Researchers have developed a method of creating the nanomaterial MXene in bulk quantities without sacrificing quality, releasing its mainstream potential.
Prior to the invention of MXene, producing bulk quantities of nanomaterials was a significant challenge faced by the materials industry. A team of researchers from Drexel University and the Materials Research Center, Ukraine, have designed a system of creating large quantities of MXene while preserving its distinctive properties.
According to Advanced Engineering Materials, a lab-scale reactor system can convert a ceramic precursor material into powdery black MXene titanium carbide, in quantities as large as 50 grams per batch, contrasting the 1-2 grams produced previously.
In order to achieve viable mainstream manufacturing practices, large batches of the material must be refined and produced with consistency at a reasonable scale.

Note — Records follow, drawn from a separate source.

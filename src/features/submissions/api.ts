import { useMutation, useQueries, useQuery, useQueryClient } from '@tanstack/react-query';
import { z } from 'zod';
import {
  copyEvidence,
  createdSubmission,
  dashboardResponse,
  gradebookResponse,
  mySubmissionsResponse,
  regradeProgress,
  releaseResponse,
  reviewQueueResponse,
  staffSubmissionsResponse,
  type DecisionBody,
  type MySubmissionsResponse,
  type RegradeProgress,
} from '../../../shared/submission';
import { apiGet, apiSend, apiSendForm } from '../../lib/http';

/**
 * One key factory for submissions, reviews, regrades, the gradebook and the
 * dashboard (TanStack Query's pattern). Every decision moves scores, so each
 * mutation invalidates the whole feature of the course: the lists are small.
 */
export const submissionKeys = {
  all: (courseId: number) => ['courses', courseId, 'submissions'] as const,
  mine: (courseId: number, assignmentId: number) => [...submissionKeys.all(courseId), 'mine', assignmentId] as const,
  staff: (courseId: number, assignmentId: number, studentId?: number) => [...submissionKeys.all(courseId), 'staff', assignmentId, studentId ?? 'all'] as const,
  evidence: (courseId: number, assignmentId: number, submissionId: number, flagId: number) =>
    [...submissionKeys.all(courseId), 'evidence', assignmentId, submissionId, flagId] as const,
  reviews: (courseId: number) => [...submissionKeys.all(courseId), 'reviews'] as const,
  regrade: (courseId: number, regradeId: number) => [...submissionKeys.all(courseId), 'regrade', regradeId] as const,
  gradebook: (courseId: number) => [...submissionKeys.all(courseId), 'gradebook'] as const,
  dashboard: (courseId: number) => [...submissionKeys.all(courseId), 'dashboard'] as const,
};

const base = (courseId: number) => `/api/courses/${courseId}`;
const onAssignment = (courseId: number, assignmentId: number) => `${base(courseId)}/assignments/${assignmentId}`;

const waiting = (s: { status: string }) => s.status === 'received' || s.status === 'grading';

/** The student's own attempts; polled every 1.5 s while one is still waiting for or being scored. */
export function useMySubmissions(courseId: number, assignmentId: number) {
  return useQuery({
    queryKey: submissionKeys.mine(courseId, assignmentId),
    queryFn: () => apiGet(`${onAssignment(courseId, assignmentId)}/submissions/mine`, mySubmissionsResponse),
    refetchInterval: (q) => (q.state.data?.submissions.some(waiting) && !q.state.error ? 1500 : false),
  });
}

export type HandInInput = { file: File } | { text: string };

/** Hand in a file (multipart, field `file`) or pasted text (JSON). A reader error comes back as an ApiError naming `file` or `text`. */
export function useHandIn(courseId: number, assignmentId: number) {
  const qc = useQueryClient();
  return useMutation({
    mutationFn: (input: HandInInput) => {
      const path = `${onAssignment(courseId, assignmentId)}/submissions`;
      if ('file' in input) {
        const form = new FormData();
        form.set('file', input.file);
        return apiSendForm(path, form, createdSubmission);
      }
      return apiSend('POST', path, { text: input.text }, createdSubmission);
    },
    onSuccess: () => qc.invalidateQueries({ queryKey: submissionKeys.all(courseId) }),
  });
}

export function useAskSecondLook(courseId: number, assignmentId: number) {
  const qc = useQueryClient();
  return useMutation({
    mutationFn: ({ submissionId, comment }: { submissionId: number; comment: string }) =>
      apiSend('POST', `${onAssignment(courseId, assignmentId)}/submissions/${submissionId}/second-look`, { comment }, z.unknown()),
    onSuccess: () => qc.invalidateQueries({ queryKey: submissionKeys.mine(courseId, assignmentId) }),
  });
}

/** Staff: every attempt on an assignment (or one student's), with points, report, flags, score history and reviews. Polled while any is being scored. */
export function useStaffSubmissions(courseId: number, assignmentId: number, studentId?: number, enabled = true) {
  return useQuery({
    queryKey: submissionKeys.staff(courseId, assignmentId, studentId),
    queryFn: async () =>
      (await apiGet(`${onAssignment(courseId, assignmentId)}/submissions${studentId ? `?student=${studentId}` : ''}`, staffSubmissionsResponse)).submissions,
    enabled: enabled && Number.isInteger(assignmentId) && assignmentId > 0,
    refetchInterval: (q) => (q.state.data?.some(waiting) && !q.state.error ? 2000 : false),
  });
}

/** Staff: one student's attempts on several assignments (the gradebook's per-student history). */
export function useStudentHistory(courseId: number, assignmentIds: number[], studentId: number | null) {
  return useQueries({
    queries: assignmentIds.map((aid) => ({
      queryKey: submissionKeys.staff(courseId, aid, studentId ?? undefined),
      queryFn: async () => (await apiGet(`${onAssignment(courseId, aid)}/submissions?student=${studentId}`, staffSubmissionsResponse)).submissions,
      enabled: studentId !== null,
    })),
  });
}

export function useCopyEvidence(courseId: number, assignmentId: number, submissionId: number, flagId: number | null) {
  return useQuery({
    queryKey: submissionKeys.evidence(courseId, assignmentId, submissionId, flagId ?? 0),
    queryFn: () => apiGet(`${onAssignment(courseId, assignmentId)}/submissions/${submissionId}/evidence?flag=${flagId}`, copyEvidence),
    enabled: flagId !== null,
    staleTime: 60_000,
  });
}

export function useDecision(courseId: number, assignmentId: number) {
  const qc = useQueryClient();
  return useMutation({
    mutationFn: ({ submissionId, body }: { submissionId: number; body: DecisionBody }) =>
      apiSend('POST', `${onAssignment(courseId, assignmentId)}/submissions/${submissionId}/decision`, body, z.unknown()),
    onSuccess: () => qc.invalidateQueries({ queryKey: submissionKeys.all(courseId) }),
  });
}

export function useReviewQueue(courseId: number, enabled = true) {
  return useQuery({
    queryKey: submissionKeys.reviews(courseId),
    queryFn: async () => (await apiGet(`${base(courseId)}/reviews`, reviewQueueResponse)).items,
    enabled,
  });
}

export function useAnswerSecondLook(courseId: number) {
  const qc = useQueryClient();
  return useMutation({
    mutationFn: ({ reviewId, comment, points }: { reviewId: number; comment: string; points?: number }) =>
      apiSend('POST', `${base(courseId)}/reviews/${reviewId}/answer`, { comment, points }, z.unknown()),
    onSuccess: () => qc.invalidateQueries({ queryKey: submissionKeys.all(courseId) }),
  });
}

export function useGrantExtension(courseId: number, assignmentId: number) {
  const qc = useQueryClient();
  return useMutation({
    mutationFn: (body: { userId: number; dueAt: string; comment: string }) => apiSend('POST', `${onAssignment(courseId, assignmentId)}/extensions`, body, z.unknown()),
    onSuccess: () => qc.invalidateQueries({ queryKey: submissionKeys.all(courseId) }),
  });
}

/** Start a regrade of one submission or the whole assignment; the answer carries the regrade's id for useRegradeProgress. */
export function useStartRegrade(courseId: number, assignmentId: number) {
  const qc = useQueryClient();
  return useMutation({
    mutationFn: (body: { submissionId?: number; reason: string }) => apiSend('POST', `${onAssignment(courseId, assignmentId)}/regrade`, body, regradeProgress),
    onSuccess: (p) => qc.setQueryData(submissionKeys.regrade(courseId, p.id), p),
  });
}

/** A regrade's progress, polled every second while it runs; when it finishes the scores it moved are refetched. */
export function useRegradeProgress(courseId: number, assignmentId: number, regradeId: number | null) {
  const qc = useQueryClient();
  return useQuery({
    queryKey: submissionKeys.regrade(courseId, regradeId ?? 0),
    queryFn: async () => {
      const before = qc.getQueryData<RegradeProgress>(submissionKeys.regrade(courseId, regradeId ?? 0));
      const p = await apiGet(`${onAssignment(courseId, assignmentId)}/regrades/${regradeId}`, regradeProgress);
      if (p.state === 'finished' && before?.state !== 'finished') {
        void qc.invalidateQueries({ predicate: (q) => q.queryKey[2] === 'submissions' && q.queryKey[1] === courseId && q.queryKey[3] !== 'regrade' });
      }
      return p;
    },
    enabled: regradeId !== null,
    refetchInterval: (q) => (q.state.data?.state === 'running' && !q.state.error ? 1000 : false),
  });
}

export function useRelease(courseId: number, assignmentId: number) {
  const qc = useQueryClient();
  return useMutation({
    mutationFn: () => apiSend('POST', `${onAssignment(courseId, assignmentId)}/release`, {}, releaseResponse),
    onSuccess: () => qc.invalidateQueries({ queryKey: submissionKeys.all(courseId) }),
  });
}

export function useGradebook(courseId: number) {
  return useQuery({
    queryKey: submissionKeys.gradebook(courseId),
    queryFn: () => apiGet(`${base(courseId)}/gradebook`, gradebookResponse),
  });
}

export const gradebookCsvUrl = (courseId: number) => `${base(courseId)}/gradebook.csv`;

export function useDashboard(courseId: number, enabled = true) {
  return useQuery({
    queryKey: submissionKeys.dashboard(courseId),
    queryFn: () => apiGet(`${base(courseId)}/dashboard`, dashboardResponse),
    enabled,
  });
}

export type { MySubmissionsResponse };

“Proving a material has certain properties is one thing, but proving that it can overcome the practical challenges of manufacturing is an entirely different hurdle – this study reports on an important step in this direction,” said Yury Gogotsi, professor at Drexel’s College of Engineering.
Gogotsi continued: “This means that MXene can be considered for widespread use in electronics and energy storage devices.”
Researchers at Drexel’s College of Engineering have been producing MXene in small quantities since the material was first synthesised in 2011. The layered nanomaterial starts as a piece of ceramic called a MAX phase. When a mixture of hydrofluoric and hydrochloric acid interacts with the MAX phase it etches away certain parts of the material, creating the nanometer-thin flakes characteristic of MXenes.
How is MXene created in bulk?
In a research environment this method uses a 60ml container, where the ingredients are added and mixed by hand. In order to produce this material in bulk, the group uses a one-litre reactor chamber and a screw feeder device to precisely add MAX phase. One inlet feeds the reactants uniformly into the reactor and another allows for gas pressure relief during the reaction. A mixing blade ensures thorough and uniform mixing. And a cooling jacket around the reactor lets the team adjust the temperature of the reaction. This entire process is computerised and controlled by a software program created by the Materials Research Center team.
“Most 2D materials are made using a bottom-up approach,” said Christopher Shuck, a post-doctoral researcher in the A.J. Drexel Nanomaterials Institute.
Shuck continued: “This is where the atoms are added individually, one by one. These materials can be grown on specific surfaces or by depositing atoms using very expensive equipment.
“But even with these expensive machines and catalysts used, the production batches are time-consuming, small and still prohibitively expensive for widespread use beyond small electronic devices.”